News State NSW News BOM warns of ‘life-threatening’ flooding and winds across NSW

BOM warns of ‘life-threatening’ flooding and winds across NSW

Coffs Harbour was flooded after the region received over 200 millimetres of rain. Photo: Sue Howson
Twitter Facebook Reddit Pinterest Email

Heavy rain lashing the NSW coast from the Illawarra to the mid-north coast has sparked warnings of “life-threatening” flash flooding and windstorms for multiple areas, including greater Sydney and the state’s far west.

On Thursday night, the Bureau of Meteorology issued severe weather warnings for the northern half of NSW for damaging winds and heavy rainfall.

Overnight on Thursday, up to 100 millimetres of rain fell across the regions, sparking more than 400 calls for help to the NSW State Emergency Service.

In the 24 hours to Friday morning, SES crews carried out 11 flood rescues, including three in western Sydney.

And the dangerous weather shows no signs of easing.

Up to 50 millimetres of rain is expected in Sydney on Friday, with up to 120 millimetres on Saturday. The downpours will be accompanied by windgusts of up to 90km/h.

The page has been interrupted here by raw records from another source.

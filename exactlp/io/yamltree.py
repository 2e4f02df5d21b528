"""A strict, safe YAML reader that keeps every scalar as its text.

PyYAML's safe loader would turn ``0.1`` into a binary float before we could
see its digits, leave ``1e3`` a string (YAML 1.1), merge duplicate keys
(last wins) and expand aliases without bound.  So we read PyYAML's *event*
stream and build our own small tree:

* every scalar stays the text written in the file (numbers are read later,
  exactly, by :mod:`exactlp.numbers`);
* every node remembers its line and column (1-based) for error messages;
* duplicate keys, tags (``!!python/object``...), anchors and aliases,
  several documents, and nesting deeper than ``Limits.max_depth`` are
  errors; the builder is a loop, not a recursion, so depth cannot exhaust
  the Python stack.
"""

from __future__ import annotations

import gzip
import os
from dataclasses import dataclass, field

import yaml

from ..errors import InputError, LimitError
from ..limits import DEFAULT_LIMITS, Limits

try:  # the C parser is much faster on large files; same events, same marks
    from yaml import CSafeLoader as _Loader
except ImportError:  # pragma: no cover - depends on how PyYAML was built
    from yaml import SafeLoader as _Loader  # type: ignore[assignment]
from yaml import (AliasEvent, DocumentStartEvent, MappingEndEvent, MappingStartEvent, ScalarEvent,
                  SequenceEndEvent, SequenceStartEvent, StreamEndEvent)


@dataclass(slots=True)
class Node:
    line: int
    column: int


@dataclass(slots=True)
class Scalar(Node):
    text: str
    #: None for a plain scalar, else the quote character or block indicator
    style: str | None = None

    @property
    def is_null(self) -> bool:
        return self.style is None and self.text in ("", "~", "null", "Null", "NULL")


@dataclass(slots=True)
class Mapping(Node):
    items: list[tuple[Scalar, Node]] = field(default_factory=list)

    def keys(self) -> list[str]:
        return [k.text for k, _ in self.items]

    def get(self, key: str) -> Node | None:
        for k, v in self.items:
            if k.text == key:
                return v
        return None

    def key_node(self, key: str) -> Scalar | None:
        for k, _ in self.items:
            if k.text == key:
                return k
        return None


@dataclass(slots=True)
class Sequence(Node):
    items: list[Node] = field(default_factory=list)


def kind_name(node: Node) -> str:
    if isinstance(node, Mapping):
        return "a mapping"
    if isinstance(node, Sequence):
        return "a list"
    return "a value"


def read_text(path: str, limits: Limits = DEFAULT_LIMITS) -> str:
    """Read a (possibly gzipped) UTF-8 text file within the size limit."""
    try:
        if path.endswith(".gz"):
            with gzip.open(path, "rb") as fh:
                data = fh.read(limits.max_file_bytes + 1)
        else:
            with open(path, "rb") as fh:
                data = fh.read(limits.max_file_bytes + 1)
    except FileNotFoundError:
        raise InputError("no such file", file=path) from None
    except IsADirectoryError:
        raise InputError("is a directory, not a file", file=path) from None
    except PermissionError:
        raise InputError("permission denied", file=path) from None
    except (OSError, EOFError, gzip.BadGzipFile) as exc:
        raise InputError(f"cannot read: {exc}", file=path) from None
    if len(data) > limits.max_file_bytes:
        raise LimitError(
            f"file is larger than the limit of {limits.max_file_bytes} bytes", file=path
        )
    return decode(data, path)


def decode(data: bytes, path: str) -> str:
    if data.startswith(b"\xef\xbb\xbf"):
        data = data[3:]
    try:
        return data.decode("utf-8")
    except UnicodeDecodeError as exc:
        line = data.count(b"\n", 0, exc.start) + 1
        col = exc.start - (data.rfind(b"\n", 0, exc.start) + 1) + 1
        raise InputError(
            f"bytes that are not UTF-8 text (byte 0x{data[exc.start]:02x})",
            file=path,
            line=line,
            column=col,
        ) from None


def parse_yaml(text: str, path: str, limits: Limits = DEFAULT_LIMITS) -> Node:
    """Parse one YAML document into a :class:`Node` tree."""
    if not text.strip() or all(
        not ln.strip() or ln.lstrip().startswith("#") for ln in text.splitlines()
    ):
        raise InputError("the file is empty", file=path)

    def err(msg: str, mark, exc=InputError, field: str | None = None) -> InputError:
        return exc(msg, file=path, line=mark.line + 1, column=mark.column + 1, field=field)

    def where(extra: str | None = None) -> str | None:
        """The dotted field path of the collection being built (plus ``extra``)."""
        parts = [k.text if isinstance(k, Scalar) else str(k) for k in names if k is not None]
        if extra is not None:
            parts.append(extra)
        return ".".join(parts) or None

    root: Node | None = None
    stack: list[Node] = []
    pending_key: list[Scalar | None] = []
    seen_keys: list[dict[str, Scalar]] = []
    names: list = []  # the key (or list index) under which each open collection sits
    documents = 0

    def attach(node: Node, mark) -> None:
        nonlocal root
        if not stack:
            root = node
            return
        parent = stack[-1]
        if type(parent) is Sequence:
            parent.items.append(node)
            return
        key = pending_key[-1]
        if key is None:
            if type(node) is not Scalar:
                raise err("a key must be plain text, not " + kind_name(node), mark)
            seen = seen_keys[-1]
            if node.text in seen:
                first = seen[node.text]
                raise err(
                    f"key '{node.text}' is given twice (first on line {first.line})", mark,
                    field=where(node.text),
                )
            seen[node.text] = node
            pending_key[-1] = node
        else:
            parent.items.append((key, node))
            pending_key[-1] = None

    # The events are read from the parser itself, one call each, and told apart
    # by their exact class (PyYAML's own ``yaml.parse`` adds a generator and a
    # check per event, and the isinstance tests below ran for every event: about
    # half of this function's time on a 1.6 MB model).  The tests are the same,
    # in the same order, so the same file gives the same error.
    parser = None
    try:
        parser = _Loader(text)  # (inside: the pure-Python reader checks the text here)
        get_event = parser.get_event
        while True:
            ev = get_event()
            kind = type(ev)
            if kind is ScalarEvent:
                # the common case first: a scalar with no anchor and no tag,
                # whose parent is open on the stack (see attach)
                mark = ev.start_mark
                if ev.anchor is not None:
                    raise err(f"anchors (&{ev.anchor}) are not allowed in exactlp files", mark)
                tag = ev.tag
                if tag is not None and tag != "!":
                    implicit = ev.implicit
                    if not (implicit is True or (isinstance(implicit, tuple) and any(implicit))):
                        raise err(f"YAML tags ({tag}) are not allowed in exactlp files", mark)
                node = Scalar(mark.line + 1, mark.column + 1, ev.value, ev.style or None)
                if stack:
                    parent = stack[-1]
                    if type(parent) is Sequence:
                        parent.items.append(node)
                        continue
                    key = pending_key[-1]
                    if key is not None:
                        parent.items.append((key, node))
                        pending_key[-1] = None
                        continue
                    seen = seen_keys[-1]
                    if node.text not in seen:  # (a key given twice: the error in attach)
                        seen[node.text] = pending_key[-1] = node
                        continue
                attach(node, mark)
            elif kind is MappingEndEvent or kind is SequenceEndEvent:
                names.pop()
                stack.pop()
                pending_key.pop()
                seen_keys.pop()
            elif kind is MappingStartEvent or kind is SequenceStartEvent:
                mark = ev.start_mark
                if ev.anchor is not None:
                    raise err(f"anchors (&{ev.anchor}) are not allowed in exactlp files", mark)
                tag = ev.tag
                if tag is not None and tag != "!":
                    raise err(f"YAML tags ({tag}) are not allowed in exactlp files", mark)
                if len(stack) >= limits.max_depth:
                    raise err(
                        f"nesting is deeper than the limit of {limits.max_depth}", mark, LimitError
                    )
                node = (
                    Mapping(mark.line + 1, mark.column + 1)
                    if kind is MappingStartEvent
                    else Sequence(mark.line + 1, mark.column + 1)
                )
                parent = stack[-1] if stack else None
                if type(parent) is Mapping:
                    names.append(pending_key[-1])
                elif type(parent) is Sequence:
                    # counted from 1, as the model's own messages count tiers
                    # (objectives.1 is the first)
                    names.append(str(len(parent.items) + 1))
                else:
                    names.append(None)
                attach(node, mark)
                stack.append(node)
                pending_key.append(None)
                seen_keys.append({})
            elif kind is AliasEvent:
                raise err("anchors and aliases (*name) are not allowed in exactlp files", ev.start_mark)
            elif kind is DocumentStartEvent:
                documents += 1
                if documents > 1:
                    raise err("the file holds more than one YAML document", ev.start_mark)
            elif kind is StreamEndEvent or ev is None:
                break
    except yaml.MarkedYAMLError as exc:
        mark = exc.problem_mark or exc.context_mark
        problem = (exc.problem or exc.context or "invalid YAML").strip()
        if mark is None:
            raise InputError(f"invalid YAML: {problem}", file=path) from None
        raise InputError(
            f"invalid YAML: {problem}", file=path, line=mark.line + 1, column=mark.column + 1
        ) from None
    except yaml.YAMLError as exc:
        raise InputError(f"invalid YAML: {str(exc).splitlines()[0]}", file=path) from None
    except RecursionError:  # pragma: no cover - the C and Python parsers are iterative
        raise LimitError("nesting is too deep", file=path) from None
    finally:
        if parser is not None:
            parser.dispose()
    if root is None:
        raise InputError("the file is empty", file=path)
    return root


def load_tree(path: str | os.PathLike, limits: Limits = DEFAULT_LIMITS) -> Node:
    p = os.fspath(path)
    return parse_yaml(read_text(p, limits), p, limits)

Premier Gladys Berejiklian urged NSW residents to stay home this weekend.

“If you did have plans to travel on the roads, please reconsider,” she said.

“This weekend is going to be quite severe in terms of weather conditions, and we don’t want to see any lives lost because of that.

“Please follow the warnings, please stay home where you can, and don’t go travelling around on the roads.

On Friday morning Sydney’s light rail network was knocked out between Central and Circular Quay when overhead wires went down and a train was evacuated near Kellyville.

NSW Transport Minister Andrew Constance said replacement buses had been sent out ahead of the  looming storm. Engineers were investigating why the overhead wires went down.

“We’re looking at the root cause [but] it is a bit of a coincidence that we’ve had two of our major networks taken out during the height of the bad weather,” Mr Constance told the ABC.

BOM meteorologist Jackson Browne said the storms would move south towards Sydney and the Illawarra and continue into Saturday.

“Strong, moist easterly flow in the Tasman Sea is pouring into the NSW Great Divide, with a coastal trough forming, providing a focus for heavy rainfall,” he said.

Mr Browne said the coastline should expect to get drenched throughout the weekend. The bureau has forecast up to 300 millimetres of rain from Thursday night to late Sunday.

On Friday morning, the BOM raised the alert level.

Flood watch alerts have been issued for the mid-north coast, Hunter, Central Coast, Sydney metro and Illawarra coast and far west areas.

Newcastle and other parts of the Hunter also saw torrential rain. Photo: YouTube

NSW SES assistant commissioner Sean Kerns said drivers should reconsider their travel and avoid driving in flood waters. He said the service’s volunteers were preparing for a difficult weekend.

“We are responding as we get calls for assistance, we are putting warnings out to local communities. At this stage there is a flood watch for 23 river catchments,” Mr Kerns told the Nine Network on Friday.

The biggest risk is on the mid-north coast. where the Orara, Bellinger and Hastings rivers are being closely watched ahead of expected minor to moderate flooding.

The Georges, Nepean and Hawkesbury rivers in the Sydney region are also expected to be affected.

Emergency services have warned conditions will remain dangerous and are telling motorists to take extreme care around flood warning areas.

The deluge is set to continue well into next week and could deliver the heaviest rainfall since February 2020, when greater Sydney was hit.

The mid-north coast copped the worst of the conditions on Thursday as a low-pressure system moves south to the Hunter, Illawarra and Sydney.

Catchments are already soaked and it won’t take much more for them to flood, the BOM’s Agata Imielska said.

“It’s the difference between being inconveniently wet to conditions drastically changing to being dangerously wet,” she said.

The bureau said the low-pressure system was a “significant system” bringing peak gusts of more than 90km/h.

Forecasters say more than 100 millimetres of rain is expected in a short period of time in some regions.

“We’re very concerned about the potential for flooding along the coastal rivers from the mid-north coast down to Sydney,” bureau flood operations manager Justin Robinson said.

Towns likely to be affected include Coffs Harbour, Port Macquarie, Taree, Woolgoolga, Sawtell, Bellingen and Dorrigo.